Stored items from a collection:

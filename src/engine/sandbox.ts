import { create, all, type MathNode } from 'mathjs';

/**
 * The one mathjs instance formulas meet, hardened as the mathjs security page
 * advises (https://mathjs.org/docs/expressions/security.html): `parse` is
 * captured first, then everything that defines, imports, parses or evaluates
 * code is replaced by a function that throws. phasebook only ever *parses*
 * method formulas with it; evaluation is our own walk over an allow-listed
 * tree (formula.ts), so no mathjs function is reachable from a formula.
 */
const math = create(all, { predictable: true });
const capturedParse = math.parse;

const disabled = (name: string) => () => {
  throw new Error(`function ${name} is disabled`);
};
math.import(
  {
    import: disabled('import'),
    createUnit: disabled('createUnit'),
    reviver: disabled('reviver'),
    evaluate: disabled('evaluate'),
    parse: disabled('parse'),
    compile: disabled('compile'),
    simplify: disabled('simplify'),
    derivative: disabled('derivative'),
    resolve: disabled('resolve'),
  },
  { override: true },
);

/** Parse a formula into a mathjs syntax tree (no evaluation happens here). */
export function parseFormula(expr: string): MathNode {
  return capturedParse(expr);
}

--

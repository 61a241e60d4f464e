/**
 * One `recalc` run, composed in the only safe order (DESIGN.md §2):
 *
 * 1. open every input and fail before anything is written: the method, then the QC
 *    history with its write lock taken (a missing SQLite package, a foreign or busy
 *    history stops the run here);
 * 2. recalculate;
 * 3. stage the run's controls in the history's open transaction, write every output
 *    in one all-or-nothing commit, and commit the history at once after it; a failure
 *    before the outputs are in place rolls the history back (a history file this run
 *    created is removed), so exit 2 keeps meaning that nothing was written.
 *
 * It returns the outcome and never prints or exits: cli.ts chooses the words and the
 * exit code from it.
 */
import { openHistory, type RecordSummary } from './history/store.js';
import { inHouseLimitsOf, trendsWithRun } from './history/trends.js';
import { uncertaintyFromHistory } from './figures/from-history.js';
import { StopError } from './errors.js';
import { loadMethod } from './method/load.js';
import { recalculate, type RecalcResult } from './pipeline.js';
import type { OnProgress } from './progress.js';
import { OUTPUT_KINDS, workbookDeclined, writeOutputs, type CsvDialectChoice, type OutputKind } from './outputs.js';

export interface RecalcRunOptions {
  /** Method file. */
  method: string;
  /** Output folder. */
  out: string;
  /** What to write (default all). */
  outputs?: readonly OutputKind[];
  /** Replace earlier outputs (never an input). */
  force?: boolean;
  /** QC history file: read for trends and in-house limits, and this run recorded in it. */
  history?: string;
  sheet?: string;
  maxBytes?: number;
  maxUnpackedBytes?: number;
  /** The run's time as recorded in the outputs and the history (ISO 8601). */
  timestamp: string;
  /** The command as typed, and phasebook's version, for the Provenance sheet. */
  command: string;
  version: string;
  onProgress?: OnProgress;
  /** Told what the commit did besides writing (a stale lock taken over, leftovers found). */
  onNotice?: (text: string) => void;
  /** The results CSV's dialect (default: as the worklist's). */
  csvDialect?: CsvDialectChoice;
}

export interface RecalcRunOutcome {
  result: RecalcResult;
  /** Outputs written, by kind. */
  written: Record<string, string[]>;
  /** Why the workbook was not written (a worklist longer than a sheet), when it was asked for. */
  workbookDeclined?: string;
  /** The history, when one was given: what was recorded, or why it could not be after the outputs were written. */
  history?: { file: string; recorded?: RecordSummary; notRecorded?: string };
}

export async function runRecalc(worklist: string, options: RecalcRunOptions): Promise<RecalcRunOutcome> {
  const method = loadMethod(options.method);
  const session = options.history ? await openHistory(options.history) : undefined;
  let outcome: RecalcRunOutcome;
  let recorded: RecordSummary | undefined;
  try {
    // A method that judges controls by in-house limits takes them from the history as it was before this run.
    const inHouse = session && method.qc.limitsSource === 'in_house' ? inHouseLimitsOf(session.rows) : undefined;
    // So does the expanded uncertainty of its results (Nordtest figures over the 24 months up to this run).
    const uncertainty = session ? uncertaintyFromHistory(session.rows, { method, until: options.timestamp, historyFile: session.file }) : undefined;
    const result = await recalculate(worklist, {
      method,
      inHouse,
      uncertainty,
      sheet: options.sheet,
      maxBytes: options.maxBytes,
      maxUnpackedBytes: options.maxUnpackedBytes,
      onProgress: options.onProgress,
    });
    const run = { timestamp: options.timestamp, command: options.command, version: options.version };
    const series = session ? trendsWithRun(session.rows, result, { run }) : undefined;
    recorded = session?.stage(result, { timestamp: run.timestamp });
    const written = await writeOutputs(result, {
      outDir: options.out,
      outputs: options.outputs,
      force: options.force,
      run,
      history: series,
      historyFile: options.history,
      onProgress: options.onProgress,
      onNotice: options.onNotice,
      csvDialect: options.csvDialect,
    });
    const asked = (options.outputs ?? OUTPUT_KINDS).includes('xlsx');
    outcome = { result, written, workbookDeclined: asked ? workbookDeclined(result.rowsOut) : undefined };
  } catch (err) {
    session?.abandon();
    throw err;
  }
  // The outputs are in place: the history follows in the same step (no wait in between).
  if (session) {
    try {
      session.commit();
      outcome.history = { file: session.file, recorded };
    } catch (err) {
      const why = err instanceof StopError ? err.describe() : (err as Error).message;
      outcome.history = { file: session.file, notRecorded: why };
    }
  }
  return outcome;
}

--

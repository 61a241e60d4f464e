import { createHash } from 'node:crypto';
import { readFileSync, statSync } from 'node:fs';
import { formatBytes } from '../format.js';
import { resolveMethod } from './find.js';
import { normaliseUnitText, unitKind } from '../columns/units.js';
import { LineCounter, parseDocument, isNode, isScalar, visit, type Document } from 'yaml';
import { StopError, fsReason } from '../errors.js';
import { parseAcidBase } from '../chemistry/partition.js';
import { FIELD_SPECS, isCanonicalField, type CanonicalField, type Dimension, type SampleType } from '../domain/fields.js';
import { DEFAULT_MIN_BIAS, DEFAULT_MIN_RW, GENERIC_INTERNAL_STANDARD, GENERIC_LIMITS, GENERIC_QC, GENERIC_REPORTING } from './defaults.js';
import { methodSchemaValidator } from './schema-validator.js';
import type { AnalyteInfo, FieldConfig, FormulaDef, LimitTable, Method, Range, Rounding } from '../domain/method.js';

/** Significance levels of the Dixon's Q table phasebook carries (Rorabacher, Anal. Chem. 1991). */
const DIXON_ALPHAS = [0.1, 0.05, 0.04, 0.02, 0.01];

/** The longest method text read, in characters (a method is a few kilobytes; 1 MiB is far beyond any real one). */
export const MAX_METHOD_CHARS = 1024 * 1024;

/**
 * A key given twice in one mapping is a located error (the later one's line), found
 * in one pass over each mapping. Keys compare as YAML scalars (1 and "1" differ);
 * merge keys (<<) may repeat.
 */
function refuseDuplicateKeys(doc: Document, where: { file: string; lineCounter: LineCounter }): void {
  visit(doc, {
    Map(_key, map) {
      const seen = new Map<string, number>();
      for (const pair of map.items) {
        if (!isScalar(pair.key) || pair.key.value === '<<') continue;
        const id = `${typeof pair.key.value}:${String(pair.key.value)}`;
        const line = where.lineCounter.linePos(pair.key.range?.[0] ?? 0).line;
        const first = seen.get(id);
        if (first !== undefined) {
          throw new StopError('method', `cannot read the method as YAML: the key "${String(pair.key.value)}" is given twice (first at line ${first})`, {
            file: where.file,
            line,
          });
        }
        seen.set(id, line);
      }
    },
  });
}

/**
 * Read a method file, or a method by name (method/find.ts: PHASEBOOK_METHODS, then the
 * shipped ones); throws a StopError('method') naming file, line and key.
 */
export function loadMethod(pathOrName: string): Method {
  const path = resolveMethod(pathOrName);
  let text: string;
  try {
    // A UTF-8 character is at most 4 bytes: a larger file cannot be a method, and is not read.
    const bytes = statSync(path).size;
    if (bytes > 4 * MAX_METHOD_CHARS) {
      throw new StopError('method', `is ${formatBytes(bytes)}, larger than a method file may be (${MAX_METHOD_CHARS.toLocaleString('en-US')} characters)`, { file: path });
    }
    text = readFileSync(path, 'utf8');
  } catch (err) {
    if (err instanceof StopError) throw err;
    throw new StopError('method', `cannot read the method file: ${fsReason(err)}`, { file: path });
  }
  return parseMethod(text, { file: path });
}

> _Exercise goal_
Would you copy out exactly the lines above that start at the one containing "out: string;" and end at the one containing "timestamp: string;", inclusive?

> _Output of the exercise_
  out: string;
  /** What to write (default all). */
  outputs?: readonly OutputKind[];
  /** Replace earlier outputs (never an input). */
  force?: boolean;
  /** QC history file: read for trends and in-house limits, and this run recorded in it. */
  history?: string;
  sheet?: string;
  maxBytes?: number;
  maxUnpackedBytes?: number;
  /** The run's time as recorded in the outputs and the history (ISO 8601). */
  timestamp: string;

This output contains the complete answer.